Macros/Pre-defined sets

In addition to explicitly naming residues and atoms, VIDA defines several macros which may be used in query strings. These macros are prefixed with a dollar sign ($). Macros are generally used with the “residue name” (i.e. r=) property, although a few are used with the “atom name” (i.e. a=) property. The definitions for these sets are largely borrowed from RasMol.

  • r=$aliphatic: ALA, GLY, LEU, VAL, ILE, PRO

  • r=$hydroxyl: SER, THR, TYR

  • r=$sulfur: CYS, MET

  • r=$aromatic: TYR, HIS, TRP, PHE

  • r=$charged: ASP, GLU, ARG, LYS

  • r=$amide: GLN, ASN

  • r=$hydrophobic: ALA, GLY, LEU, VAL, ILE, PRO, MET, PHE, TRP

  • r=$polar: SER, THR, CYS, TYR, HIS, ASP, GLU, ASN, GLN, ARG, LYS

  • r=$neutral: ALA, GLY, LEU, VAL, ILE, PRO, SER, THR, CYS, MET, PHE, TYR, TRP, ASN, GLN

  • r=$acidic: ASP, GLU

  • r=$basic: ARG, LYS

  • r=$small: ALA, GLY, SER

  • r=$medium: VAL, PRO, THR, CYS, ASP, ASN

  • r=$large: ILE, MET, PHE, TYR, HIS, TRP, GLU, GLN, ARG, LYS

  • r=$cyclic: HIS, PRO, TYR, TRP, PHE

  • r=$dna: ADE, A, GUA, G, CYT, C, THY, T, URA, U

  • r=$aa: all amino acids

  • r=$at: ADE, A, THY, T, URA, U

  • r=$cg: CYT, C, GUA, G

  • r=$purine: ADE, A, GUA, G

  • r=$pyrimidine: CYT, C, THY, T, URA, U

  • r=$wat: WAT, H2O, HOH, TIP, SOL

  • r=$substrate: this is defined as r!=$wat &&  r!=$aa     &&  r!=$dna.

There are two atom name macros as well, a=$backbone (which may be abbreviated as a=$ba), which matches specifically protein backbone atoms, and a sidechain macro, a=$sch, which matches protein sidechain atoms. Both of these can be negated (a!=$backbone or a!=$sch).

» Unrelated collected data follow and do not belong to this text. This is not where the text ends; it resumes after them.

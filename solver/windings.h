// SPDX-License-Identifier: Apache-2.0
/// @file
/// Two-winding transformers as windings: the vector group, its clock number and the stop of zero
/// sequence come out of how the coils are connected.
#pragma once

#include <Eigen/Core>

#include "models/network.h"
#include "solver/impedance.h"

namespace sunder::solver {

/// Admittances between the terminals of a transformer [S], symmetric.
struct WindingModel {
  Eigen::MatrixXcd y;
  bool primary_star = false;    ///< terminal 3 is the primary star point
  bool secondary_star = false;  ///< the last terminal is the secondary star point
  /// Terminals: primary L1 L2 L3, [primary star], secondary L1 L2 L3, [secondary star].
  [[nodiscard]] int secondary_first() const noexcept { return primary_star ? 4 : 3; }
};

/// Coils on three legs without magnetising current, the short-circuit impedance on the secondary:
///
///     i_s = (v_s - v_star - e) / z1        star or zigzag, e = r v_p by the connection of the coils
///     i_c = (v_coil - e) / (3 z1)          delta
///     i_p = - r' i_s
///
/// z0 other than z1 adds (z0 - z1)/3 between the star of the coils and the star point; it may be
/// negative. A star-star unit whose primary star is open has its z0 by the core: a delta that does
/// not exist but carries the zero-sequence ampere-turns.
///
/// @param z1  short-circuit impedance, of the secondary [ohm]
/// @param z0  zero-sequence impedance, of the secondary [ohm]; NaN: not known, the star point is
///            then left open
/// Accuracy: exact for the model. Source: coil equations; vector groups as IEC 60076-1.
[[nodiscard]] WindingModel winding_model(const models::Transformer& transformer, Complex z1, Complex z0);

/// Whether a clock number is possible with these windings: even for equal kinds, odd for unequal ones.
[[nodiscard]] bool clock_possible(models::Winding primary, models::Winding secondary, int clock) noexcept;

}  // namespace sunder::solver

Scripting with ScratchScope

In addition to the built-in commands Visible, Select, Lock, Mark and Subset, it’s quite straightforward to use a selection string with any command which operates on a scope, by binding the selection string to the ScratchScope.

For example the following function defines an atom coloring command ac:

def ac(color,str):
  Subset("scratch",str)  # use string to make named subset
  ScratchSet("scratch")  # bind it to scratch scope
  AtomColorSetScoped(OEggColor(color),ScratchScope) # use it

With two small helper functions, these types of functions can be made even easier to create:

def ScratchSubset(str):
    Subset("scratch",str)
    ScratchSet("scratch")
    return ScratchScope

def ScratchSubsetList(str):
    Subset("scratch",str)
    ScratchSet("scratch")
    return ScratchList()

With these functions defined, the ac function above and functions similar to it can be easily defined. For example:

def ac(color,str):
    AtomColorSetScoped(color,ScratchSubset(str))

def lc(color,str):
    LabelColorSetScoped(color,ScratchSubset(str))

def center(str):
    ViewerCenterSetScoped(ScratchSubset(str))

def show(str):
    Visible(ScratchSubsetList(str), True)

def hide(str):
    Visible(ScratchSubsetList(str), False)

In this manner, any of the VIDA scripting commands which take a scope argument can be easily expanded to take a selection string.